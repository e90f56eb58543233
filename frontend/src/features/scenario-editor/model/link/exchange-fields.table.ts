import type { ExchangePattern } from '#common/engine/scenario/scenario.types.ts';
import {
  countOf,
  OCTETS,
  PERIOD,
  PROBABILITY,
  STEP_TIME,
} from '#frontend/features/scenario-editor/model/figure-options.ts';
import type { FieldDescriptor } from './field-descriptor.ts';
import type { LinkSectionId } from './link-fields.table.ts';

export type PatternId = ExchangePattern['pattern'];

/** An exchange as the builder offers it. */
export interface ExchangeKind {
  label: string;
  group: string;
  /** What happens in it, in a sentence. */
  note: string;
  /** What it begins with. */
  start: ExchangePattern;
  fields: readonly FieldDescriptor[];
  /** Sections of the link settings that it heeds. */
  link: readonly LinkSectionId[];
}

const PAYLOAD: FieldDescriptor = {
  type: 'figure',
  key: 'payloadOctets',
  label: 'Payload',
  hint: 'an octet is a byte',
  options: OCTETS,
  isOptional: true,
};
const PSDU: FieldDescriptor = {
  type: 'figure',
  key: 'psduOctets',
  label: 'or whole frame (PSDU)',
  hint: 'FCS included',
  options: OCTETS,
  isOptional: true,
};
const ACK: FieldDescriptor = {
  type: 'figure',
  key: 'ackPsduOctets',
  label: 'Acknowledgement',
  hint: 'PSDU; empty: the usual one',
  options: OCTETS,
  isOptional: true,
};
const SIZE = [PAYLOAD, PSDU] as const;

const figure = (
  key: string,
  label: string,
  more: Omit<Extract<FieldDescriptor, { type: 'figure' }>, 'type' | 'key' | 'label'>,
): FieldDescriptor => ({ type: 'figure', key, label, ...more });
const yesOrNo = (
  key: string,
  label: string,
  absent: string,
  words: readonly [string, string] = ['yes', 'no'],
): FieldDescriptor => ({
  type: 'choice',
  key,
  label,
  absent,
  choices: [
    { value: true, label: words[0] },
    { value: false, label: words[1] },
  ],
});

const CHANNEL_ACCESS: readonly LinkSectionId[] = ['phy', 'frame', 'channel', 'access', 'crystal', 'region'];
const FRAME_ONLY: readonly LinkSectionId[] = ['phy', 'frame', 'crystal', 'region'];
const LISTENING: readonly LinkSectionId[] = ['phy', 'crystal'];

const REPORTS = 'Reports';
const POLLING = 'Polling and beacons';
const SLOTS = 'Slots and sampling';
const OTHERS = 'From and for others';
const LONG = 'Long range and advertising';
const SCANS = 'Scan';

/** Every exchange with its fields; the order is that of the choice. */
export const EXCHANGES: Readonly<Record<PatternId, ExchangeKind>> = {
  acknowledged: {
    label: 'acknowledged report',
    group: REPORTS,
    note: 'Waits for a clear channel, sends the frame and listens for the acknowledgement; repeated where none comes.',
    start: { pattern: 'acknowledged', payloadOctets: 24 },
    fields: [...SIZE, ACK],
    link: CHANNEL_ACCESS,
  },
  unacknowledged: {
    label: 'unacknowledged report',
    group: REPORTS,
    note: 'Waits for a clear channel and sends the frame once; nobody answers.',
    start: { pattern: 'unacknowledged', payloadOctets: 24 },
    fields: SIZE,
    link: CHANNEL_ACCESS,
  },
  'listen-before-talk': {
    label: 'report on the next channel when one is busy',
    group: REPORTS,
    note: 'Where a channel stays busy the radio retunes to the next one of the list and tries again there.',
    start: { pattern: 'listen-before-talk', payloadOctets: 24, channels: 3, retuneS: 0.000192 },
    fields: [
      ...SIZE,
      ACK,
      figure('channels', 'Channels', { options: countOf(1, 1024), hint: 'of the list, in turn' }),
      figure('retuneS', 'Retuning takes', { options: STEP_TIME }),
    ],
    link: CHANNEL_ACCESS,
  },
  frame: {
    label: 'one frame, airtime alone',
    group: REPORTS,
    note: 'The time of the frame on air in the state that the step names; no channel access, no acknowledgement.',
    start: { pattern: 'frame', payloadOctets: 24 },
    fields: SIZE,
    link: FRAME_ONLY,
  },
  poll: {
    label: 'poll of the parent',
    group: POLLING,
    note: 'A data request; where the parent holds a message, the receiver stays on until it comes.',
    start: { pattern: 'poll', pendingProbability: { typical: 0.1, provenance: { kind: 'assumed' } } },
    fields: [
      {
        type: 'quantity',
        key: 'pendingProbability',
        label: 'A message is waiting',
        options: PROBABILITY,
      },
      figure('responsePsduOctets', 'Its frame (PSDU)', { options: OCTETS, isOptional: true, hint: 'FCS included' }),
      figure('responseDelayS', 'It comes after', {
        options: STEP_TIME,
        isOptional: true,
        hint: 'empty: the parent’s channel access',
      }),
      figure('waitS', 'Longest wait for it', {
        options: STEP_TIME,
        isOptional: true,
        hint: 'empty: macMaxFrameTotalWaitTime',
      }),
      figure('dataRequestOctets', 'Data request (PSDU)', {
        options: OCTETS,
        isOptional: true,
        hint: 'empty: from the frame format',
      }),
    ],
    link: CHANNEL_ACCESS,
  },
  beacon: {
    label: 'beacon of a superframe, tracked',
    group: POLLING,
    note: 'The receiver is up in time for the beacon, guard time included, and may stay for the contention period.',
    start: { pattern: 'beacon', beaconOrder: 6, superframeOrder: 3, beaconPsduOctets: 20 },
    fields: [
      figure('beaconOrder', 'Beacon order', { options: countOf(0, 14), hint: 'the interval doubles with each' }),
      figure('superframeOrder', 'Superframe order', { options: countOf(0, 14), hint: 'at most the beacon order' }),
      figure('beaconPsduOctets', 'Beacon (PSDU)', { options: OCTETS, hint: 'FCS included' }),
      {
        type: 'quantity',
        key: 'missedBeaconProbability',
        label: 'Beacon missed',
        hint: 'empty: assumed',
        options: PROBABILITY,
        isOptional: true,
      },
      figure('contentionS', 'Stays on afterwards', { options: STEP_TIME, isOptional: true, hint: 'empty: not at all' }),
    ],
    link: ['phy', 'channel', 'crystal', 'region'],
  },
  slot: {
    label: 'slot of a channel-hopping network',
    group: SLOTS,
    note: 'One slot of the template of times: something is sent, something is received, or nothing comes.',
    start: { pattern: 'slot', slotUse: 'transmit', psduOctets: 60 },
    fields: [
      {
        type: 'choice',
        key: 'slotUse',
        label: 'Used to',
        choices: [
          { value: 'transmit', label: 'transmit' },
          { value: 'receive', label: 'receive' },
          { value: 'idle-listen', label: 'listen in vain' },
        ],
      },
      figure('psduOctets', 'Frame (PSDU)', { options: OCTETS, isOptional: true, hint: 'FCS included' }),
      ACK,
      yesOrNo('shared', 'Shared with others', 'no'),
      {
        type: 'choice',
        key: 'template',
        label: 'Template of times',
        absent: 'that of the PHY',
        choices: [
          { value: 'oqpsk-10-ms', label: '10 ms, O-QPSK' },
          { value: 'oqpsk-15-ms', label: '15 ms, O-QPSK' },
          { value: 'sun-fsk-50-40-ms', label: '40 ms, SUN FSK 50 kbit/s' },
        ],
      },
    ],
    link: CHANNEL_ACCESS,
  },
  'sampled-listener': {
    label: 'sampled listening, the listener',
    group: SLOTS,
    note: 'The receiver looks at the channel for a moment each period and sleeps on where nothing is to be heard.',
    start: { pattern: 'sampled-listener', periodUnits: 3125, sampleS: 0.002 },
    fields: [
      figure('periodUnits', 'Sampling period', { options: countOf(1, 65_535), hint: 'units of 10 symbols' }),
      figure('sampleS', 'One look takes', { options: STEP_TIME }),
    ],
    link: LISTENING,
  },
  'sampled-sender': {
    label: 'sampled listening, the sender',
    group: SLOTS,
    note: 'Wake-up frames one after the other until the listener must have looked, then the frame itself.',
    start: { pattern: 'sampled-sender', periodUnits: 3125, psduOctets: 60, synchronised: false },
    fields: [
      figure('periodUnits', 'Listener’s period', { options: countOf(1, 65_535), hint: 'units of 10 symbols' }),
      figure('psduOctets', 'Frame (PSDU)', { options: OCTETS, hint: 'FCS included' }),
      yesOrNo('synchronised', 'Knows when the listener looks', 'no'),
    ],
    link: CHANNEL_ACCESS,
  },
  guard: {
    label: 'expected frame, with guard time',
    group: SLOTS,
    note: 'Both clocks have drifted since they last met, so the receiver is up earlier and later than agreed.',
    start: { pattern: 'guard', intervalS: 60 },
    fields: [
      figure('intervalS', 'Since clocks last met', { options: PERIOD }),
      figure('jitterS', 'Jitter of the start', { options: STEP_TIME, isOptional: true, hint: 'empty: none' }),
      figure('psduOctets', 'Frame (PSDU)', { options: OCTETS, isOptional: true, hint: 'empty: none comes' }),
    ],
    link: LISTENING,
  },
  receive: {
    label: 'frame received',
    group: OTHERS,
    note: 'The receiver waits for a frame and acknowledges it.',
    start: { pattern: 'receive', payloadOctets: 24 },
    fields: [
      ...SIZE,
      ACK,
      figure('listenS', 'Listens before it', { options: STEP_TIME, isOptional: true, hint: 'empty: not at all' }),
    ],
    link: CHANNEL_ACCESS,
  },
  forward: {
    label: 'frame forwarded',
    group: OTHERS,
    note: 'A frame is received, acknowledged and sent on to the next node.',
    start: { pattern: 'forward', payloadOctets: 24 },
    fields: [...SIZE, ACK],
    link: CHANNEL_ACCESS,
  },
  overhear: {
    label: 'frame overheard',
    group: OTHERS,
    note: 'A frame for somebody else, received in full or up to the address.',
    start: { pattern: 'overhear', payloadOctets: 24 },
    fields: [...SIZE, yesOrNo('stopsAfterHeader', 'Receives', 'all of it', ['up to the address', 'all of it'])],
    link: FRAME_ONLY,
  },
  chirp: {
    label: 'chirp spread-spectrum uplink',
    group: LONG,
    note: 'One long frame and, where they are given, windows in which an answer may come.',
    start: { pattern: 'chirp', spreadingFactor: 9, bandwidthHz: 125_000, codingRate: 1, payloadOctets: 25 },
    fields: [
      {
        ...PAYLOAD,
        label: 'Payload with headers',
        type: 'figure',
        options: OCTETS,
        isOptional: false,
      },
      figure('spreadingFactor', 'Spreading factor', { options: countOf(7, 12) }),
      {
        type: 'choice',
        key: 'bandwidthHz',
        label: 'Bandwidth',
        choices: [
          { value: 125_000, label: '125 kHz' },
          { value: 250_000, label: '250 kHz' },
          { value: 500_000, label: '500 kHz' },
        ],
      },
      {
        type: 'choice',
        key: 'codingRate',
        label: 'Coding rate',
        choices: [
          { value: 1, label: '4/5' },
          { value: 2, label: '4/6' },
          { value: 3, label: '4/7' },
          { value: 4, label: '4/8' },
        ],
      },
      figure('preambleSymbols', 'Preamble', {
        options: countOf(0, 65_535),
        isOptional: true,
        hint: 'symbols; empty: 8',
      }),
      yesOrNo('implicitHeader', 'Header', 'explicit', ['implicit', 'explicit']),
      yesOrNo('crc', 'Check octets (CRC)', 'yes'),
      yesOrNo('lowDataRateOptimisation', 'Low data rate optimisation', 'from 16 ms a symbol on'),
    ],
    link: ['crystal', 'region'],
  },
  advertising: {
    label: 'advertising event, 2.4 GHz',
    group: LONG,
    note: 'The same short packet on up to three channels; with a scan response the receiver listens after each.',
    start: { pattern: 'advertising', advertisingPhy: '1M', dataOctets: 24, channels: 3 },
    fields: [
      figure('dataOctets', 'Data', { options: OCTETS, hint: 'an octet is a byte' }),
      {
        type: 'choice',
        key: 'advertisingPhy',
        label: 'PHY',
        choices: [
          { value: '1M', label: '1 Mbit/s' },
          { value: '2M', label: '2 Mbit/s' },
          { value: 'coded-s2', label: 'coded, S = 2' },
          { value: 'coded-s8', label: 'coded, S = 8' },
        ],
      },
      figure('channels', 'Channels', { options: countOf(1, 3) }),
      yesOrNo('scanResponse', 'Scan response', 'no'),
      {
        type: 'quantity',
        key: 'scanRequestProbability',
        label: 'Somebody asks for it',
        hint: 'empty: assumed',
        options: PROBABILITY,
        isOptional: true,
      },
    ],
    link: ['crystal'],
  },
  scan: {
    label: 'scan of channels',
    group: SCANS,
    note: 'The receiver stays on each channel in turn, to find a parent or to see how busy it is.',
    start: { pattern: 'scan', channels: 16, scanDuration: 3, retuneS: 0.000192 },
    fields: [
      figure('channels', 'Channels', { options: countOf(1, 1024) }),
      figure('scanDuration', 'ScanDuration', { options: countOf(0, 14), hint: 'exponent of the time on each' }),
      figure('retuneS', 'Retuning takes', { options: STEP_TIME }),
    ],
    link: LISTENING,
  },
};
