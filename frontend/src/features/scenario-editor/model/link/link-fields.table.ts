import { backoffSettings } from '#common/engine/link/csma-ca.ts';
import {
  assumedTolerancePpm,
  linkDefaults,
  standardFrame,
  type LinkDefaultId,
} from '#common/engine/link/link-defaults.table.ts';
import type { LinkSettings } from '#common/engine/scenario/scenario.types.ts';
import {
  CRYSTAL_CAPACITANCE,
  countOf,
  LEVEL,
  LEVEL_STEP,
  OCTETS,
  PROBABILITY,
  SHUNT_CAPACITANCE,
  STEP_TIME,
  TOLERANCE,
} from '#frontend/features/scenario-editor/model/figure-options.ts';
import { formatShare } from '#common/units/format-quantity.ts';
import { describedText, type FieldDescriptor } from './field-descriptor.ts';
import { phyWords } from './phy-choice.ts';
import { valueAt } from './link-values.ts';

export type LinkSectionId = 'phy' | 'frame' | 'channel' | 'access' | 'crystal' | 'region';

/** Some of the link settings, under one line that tells them. */
export interface LinkSection {
  id: LinkSectionId;
  title: string;
  fields: readonly FieldDescriptor[];
  /** Settings that the line always tells, in a few words each; undefined where there is nothing to tell. */
  summary: (link: LinkSettings) => (string | undefined)[];
}

const percentOf = (id: LinkDefaultId): string => formatShare(linkDefaults[id].value);
const assumed = (id: LinkDefaultId): string => `assumed ${percentOf(id)}`;
/** What the standard gives where nothing is typed. */
const CSMA = backoffSettings({});

const FLAG = [
  { value: true, label: 'yes' },
  { value: false, label: 'no' },
] as const;
const ADDRESSES = [
  { value: 'none', label: 'none' },
  { value: 'short', label: 'short, 2 octets' },
  { value: 'extended', label: 'extended, 8 octets' },
] as const;
const SECURITY_LEVELS = [
  { value: 0, label: '0: none' },
  { value: 1, label: '1: MIC 4 octets' },
  { value: 2, label: '2: MIC 8 octets' },
  { value: 3, label: '3: MIC 16 octets' },
  { value: 4, label: '4: encrypted' },
  { value: 5, label: '5: encrypted, MIC 4' },
  { value: 6, label: '6: encrypted, MIC 8' },
  { value: 7, label: '7: encrypted, MIC 16' },
] as const;
const KEY_MODES = [
  { value: 0, label: '0: implicit' },
  { value: 1, label: '1: index, 1 octet' },
  { value: 2, label: '2: source 4 and index, 5 octets' },
  { value: 3, label: '3: source 8 and index, 9 octets' },
] as const;
const BANDS = [
  { value: 'eu-863-865', label: 'EU 863 to 865 MHz' },
  { value: 'eu-865-868', label: 'EU 865 to 868 MHz' },
  { value: 'eu-868.0-868.6', label: 'EU 868.0 to 868.6 MHz' },
  { value: 'eu-868.7-869.2', label: 'EU 868.7 to 869.2 MHz' },
  { value: 'eu-869.4-869.65', label: 'EU 869.4 to 869.65 MHz' },
  { value: 'eu-869.7-870.0', label: 'EU 869.7 to 870.0 MHz' },
] as const;

const FRAME: readonly FieldDescriptor[] = [
  {
    type: 'choice',
    key: 'frame.frameVersion',
    label: 'Frame version',
    absent: '2006',
    choices: [
      { value: '2003', label: '2003' },
      { value: '2006', label: '2006' },
      { value: '2015', label: '2015' },
    ],
  },
  {
    type: 'choice',
    key: 'frame.destination',
    label: 'Destination address',
    absent: 'short, 2 octets',
    choices: ADDRESSES,
  },
  { type: 'choice', key: 'frame.source', label: 'Source address', absent: 'short, 2 octets', choices: ADDRESSES },
  { type: 'choice', key: 'frame.panIdCompression', label: 'PAN ID compression', absent: 'yes', choices: FLAG },
  { type: 'choice', key: 'frame.sequenceNumber', label: 'Sequence number', absent: 'yes', choices: FLAG },
  { type: 'choice', key: 'frame.securityLevel', label: 'Security level', absent: '0: none', choices: SECURITY_LEVELS },
  { type: 'choice', key: 'frame.keyIdMode', label: 'Key identifier mode', absent: '0: implicit', choices: KEY_MODES },
  {
    type: 'choice',
    key: 'frame.frameCounterSuppressed',
    label: 'Frame counter',
    absent: 'sent',
    choices: [
      { value: true, label: 'suppressed' },
      { value: false, label: 'sent' },
    ],
  },
  {
    type: 'figure',
    key: 'frame.informationElementOctets',
    label: 'Information elements',
    hint: 'empty: none',
    options: OCTETS,
    isOptional: true,
  },
  {
    type: 'choice',
    key: 'frame.fcsOctets',
    label: 'FCS',
    absent: '2 octets, SUN FSK 4',
    choices: [
      { value: 2, label: '2 octets' },
      { value: 4, label: '4 octets' },
    ],
  },
];

const CHANNEL: readonly FieldDescriptor[] = [
  {
    type: 'quantity',
    key: 'busyProbability',
    label: 'Channel busy',
    hint: `empty: ${assumed('busyProbability')}`,
    options: PROBABILITY,
    isOptional: true,
  },
  {
    type: 'quantity',
    key: 'frameErrorRate',
    label: 'Frame lost',
    hint: `empty: from the level, else ${assumed('frameErrorRate')}`,
    options: PROBABILITY,
    isOptional: true,
  },
  {
    type: 'quantity',
    key: 'ackErrorRate',
    label: 'Acknowledgement lost',
    hint: `empty: from the level, else ${assumed('ackErrorRate')}`,
    options: PROBABILITY,
    isOptional: true,
  },
  {
    type: 'quantity',
    key: 'receivedLevelDbm',
    label: 'Received level',
    hint: 'gives the loss where none is typed',
    options: LEVEL,
    isOptional: true,
  },
  {
    type: 'figure',
    key: 'receivedLevelStepDb',
    label: 'Level told in steps of',
    hint: 'dB; empty: exactly',
    options: LEVEL_STEP,
    isOptional: true,
  },
  {
    type: 'figure',
    key: 'sensitivityDbm',
    label: 'Sensitivity',
    hint: '1 % of frames of 20 octets lost',
    options: LEVEL,
    isOptional: true,
  },
  {
    type: 'figure',
    key: 'noiseDbm',
    label: 'Noise',
    hint: 'empty: from the sensitivity',
    options: LEVEL,
    isOptional: true,
  },
];

const ACCESS: readonly FieldDescriptor[] = [
  {
    type: 'figure',
    key: 'macMinBE',
    label: 'macMinBE',
    hint: `empty: ${CSMA.macMinBE}`,
    options: countOf(0, 8),
    isOptional: true,
  },
  {
    type: 'figure',
    key: 'macMaxBE',
    label: 'macMaxBE',
    hint: `empty: ${CSMA.macMaxBE}`,
    options: countOf(3, 8),
    isOptional: true,
  },
  {
    type: 'figure',
    key: 'macMaxCSMABackoffs',
    label: 'macMaxCSMABackoffs',
    hint: `empty: ${CSMA.macMaxCSMABackoffs}`,
    options: countOf(0, 5),
    isOptional: true,
  },
  {
    type: 'figure',
    key: 'macMaxFrameRetries',
    label: 'macMaxFrameRetries',
    hint: 'empty: 3',
    options: countOf(0, 15),
    isOptional: true,
  },
  {
    type: 'choice',
    key: 'backoffIn',
    label: 'Radio waits in',
    absent: 'idle',
    choices: [
      { value: 'idle', label: 'idle' },
      { value: 'sleep', label: 'sleep' },
    ],
  },
  {
    type: 'choice',
    key: 'includeInterframeSpace',
    label: 'Interframe space after it',
    absent: 'not counted',
    choices: [
      { value: true, label: 'counted' },
      { value: false, label: 'not counted' },
    ],
  },
];

const CRYSTAL: readonly FieldDescriptor[] = [
  {
    type: 'figure',
    key: 'crystal.startUpS',
    label: 'Crystal starts in',
    hint: 'at each wake; empty: not counted',
    options: STEP_TIME,
    isOptional: true,
  },
  {
    type: 'figure',
    key: 'crystal.tolerancePpm',
    label: 'Make tolerance, ±',
    hint: 'at 25 °C; empty: none',
    options: TOLERANCE,
    isOptional: true,
  },
  {
    type: 'figure',
    key: 'crystal.temperaturePpm',
    label: 'Over temperature, ±',
    hint: 'empty: none',
    options: TOLERANCE,
    isOptional: true,
  },
  {
    type: 'figure',
    key: 'crystal.ageingPpm',
    label: 'Over its life, ±',
    hint: 'empty: none',
    options: TOLERANCE,
    isOptional: true,
  },
  {
    type: 'quantity',
    key: 'tolerancePpm',
    label: 'Own clock in all, ±',
    hint: 'empty: from the crystal, else assumed',
    options: TOLERANCE,
    isOptional: true,
  },
  {
    type: 'quantity',
    key: 'peerTolerancePpm',
    label: 'The other’s clock, ±',
    hint: `empty: assumed ${assumedTolerancePpm} ppm`,
    options: TOLERANCE,
    isOptional: true,
  },
];

/** Load of the crystal on the board against the load it was made for; all four or none. */
export const PULLING_FIELDS: readonly FieldDescriptor[] = [
  {
    type: 'figure',
    key: 'crystal.pulling.motionalCapacitanceF',
    label: 'Motional capacitance',
    options: CRYSTAL_CAPACITANCE,
  },
  { type: 'figure', key: 'crystal.pulling.shuntCapacitanceF', label: 'Shunt capacitance', options: SHUNT_CAPACITANCE },
  {
    type: 'figure',
    key: 'crystal.pulling.loadCapacitanceF',
    label: 'Made for a load of',
    options: CRYSTAL_CAPACITANCE,
  },
  {
    type: 'figure',
    key: 'crystal.pulling.mountedCapacitanceF',
    label: 'Load on the board',
    options: CRYSTAL_CAPACITANCE,
  },
];

/** A usual small crystal, and a board that loads it a little more. */
export const NEW_PULLING = {
  motionalCapacitanceF: 3e-15,
  shuntCapacitanceF: 1e-12,
  loadCapacitanceF: 9e-12,
  mountedCapacitanceF: 9e-12,
};

const REGION: readonly FieldDescriptor[] = [
  { type: 'choice', key: 'dutyCycleBand', label: 'Sub-band', absent: 'no limit counted', choices: BANDS },
];

const OF_THE_PHY = 'empty: that of the PHY';

/** Constants of the PHY, for radios that keep others and for PHYs of which no source gives them. */
const CONSTANTS: readonly FieldDescriptor[] = (
  [
    ['shrOctets', 'SHR', OCTETS],
    ['phrOctets', 'PHR', OCTETS],
    ['turnaroundS', 'Turnaround', STEP_TIME],
    ['ccaS', 'Assessment takes', STEP_TIME],
    ['unitBackoffS', 'Backoff unit', STEP_TIME],
    ['ackWaitS', 'Acknowledgement wait', STEP_TIME],
  ] as const
).map(([key, label, options]) => ({
  type: 'figure' as const,
  key: `phyConstants.${key}`,
  label,
  hint: OF_THE_PHY,
  options,
  isOptional: true,
}));

/** The text of a setting by its key; undefined where it is not set. */
function told(link: LinkSettings, fields: readonly FieldDescriptor[], key: string): string | undefined {
  const descriptor = fields.find((field) => field.key === key);
  return (descriptor && describedText(descriptor, valueAt(link, key))) ?? undefined;
}

const withWord = (text: string | undefined, before: string, otherwise?: string): string | undefined =>
  text === undefined ? otherwise : `${before} ${text}`;

function lossWords(link: LinkSettings): string | undefined {
  if (link.frameErrorRate) return withWord(told(link, CHANNEL, 'frameErrorRate'), 'lost');
  const level = told(link, CHANNEL, 'receivedLevelDbm');
  return withWord(level, 'lost from', `lost ${percentOf('frameErrorRate')} assumed`);
}

/** The link settings in sections, the most telling first. */
export const LINK_SECTIONS: readonly LinkSection[] = [
  {
    id: 'phy',
    title: 'PHY',
    fields: [
      {
        type: 'figure',
        key: 'preambleOctets',
        label: 'Preamble',
        hint: 'empty: that of the PHY',
        options: OCTETS,
        isOptional: true,
      },
      {
        type: 'choice',
        key: 'forwardErrorCorrection',
        label: 'Forward error correction',
        absent: 'no',
        choices: FLAG,
      },
      ...CONSTANTS,
    ],
    summary: ({ phy, forwardErrorCorrection, phyConstants }) => [
      phy === undefined ? 'none chosen' : phyWords(phy),
      forwardErrorCorrection === true ? 'error correction' : undefined,
      phyConstants && 'with constants of its own',
    ],
  },
  {
    id: 'frame',
    title: 'Frame format',
    fields: FRAME,
    summary: (link) => [
      told(link, FRAME, 'frame.frameVersion') ?? standardFrame.frameVersion,
      `to ${link.frame?.destination ?? standardFrame.destination}`,
      `from ${link.frame?.source ?? standardFrame.source}`,
      `security ${link.frame?.securityLevel ?? 0}`,
      withWord(told(link, FRAME, 'frame.informationElementOctets'), 'elements'),
    ],
  },
  {
    id: 'channel',
    title: 'Channel',
    fields: CHANNEL,
    summary: (link) => [
      withWord(told(link, CHANNEL, 'busyProbability'), 'busy', `busy ${percentOf('busyProbability')} assumed`),
      lossWords(link),
      withWord(told(link, CHANNEL, 'ackErrorRate'), 'acknowledgement lost'),
    ],
  },
  {
    id: 'access',
    title: 'Channel access and retries',
    fields: ACCESS,
    summary: ({ macMaxFrameRetries = 3, ...link }) => [
      `backoff exponent ${link.macMinBE ?? CSMA.macMinBE} to ${link.macMaxBE ?? CSMA.macMaxBE}`,
      `${link.macMaxCSMABackoffs ?? CSMA.macMaxCSMABackoffs} more looks`,
      `${macMaxFrameRetries} retries`,
      link.backoffIn === 'sleep' ? 'waits asleep' : undefined,
    ],
  },
  {
    id: 'crystal',
    title: 'Crystal and clocks',
    fields: CRYSTAL,
    summary: (link) => [
      withWord(told(link, CRYSTAL, 'crystal.startUpS'), 'starts in', 'start not counted'),
      withWord(told(link, CRYSTAL, 'tolerancePpm') ?? told(link, CRYSTAL, 'crystal.tolerancePpm'), '±'),
      link.crystal?.pulling && 'load counted',
    ],
  },
  {
    id: 'region',
    title: 'Share of time on air',
    fields: REGION,
    summary: (link) => [told(link, REGION, 'dutyCycleBand') ?? 'no limit counted'],
  },
];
· · ·
Copy each line of the entries that includes the word "them".

/** Some of the link settings, under one line that tells them. */
/** Constants of the PHY, for radios that keep others and for PHYs of which no source gives them. */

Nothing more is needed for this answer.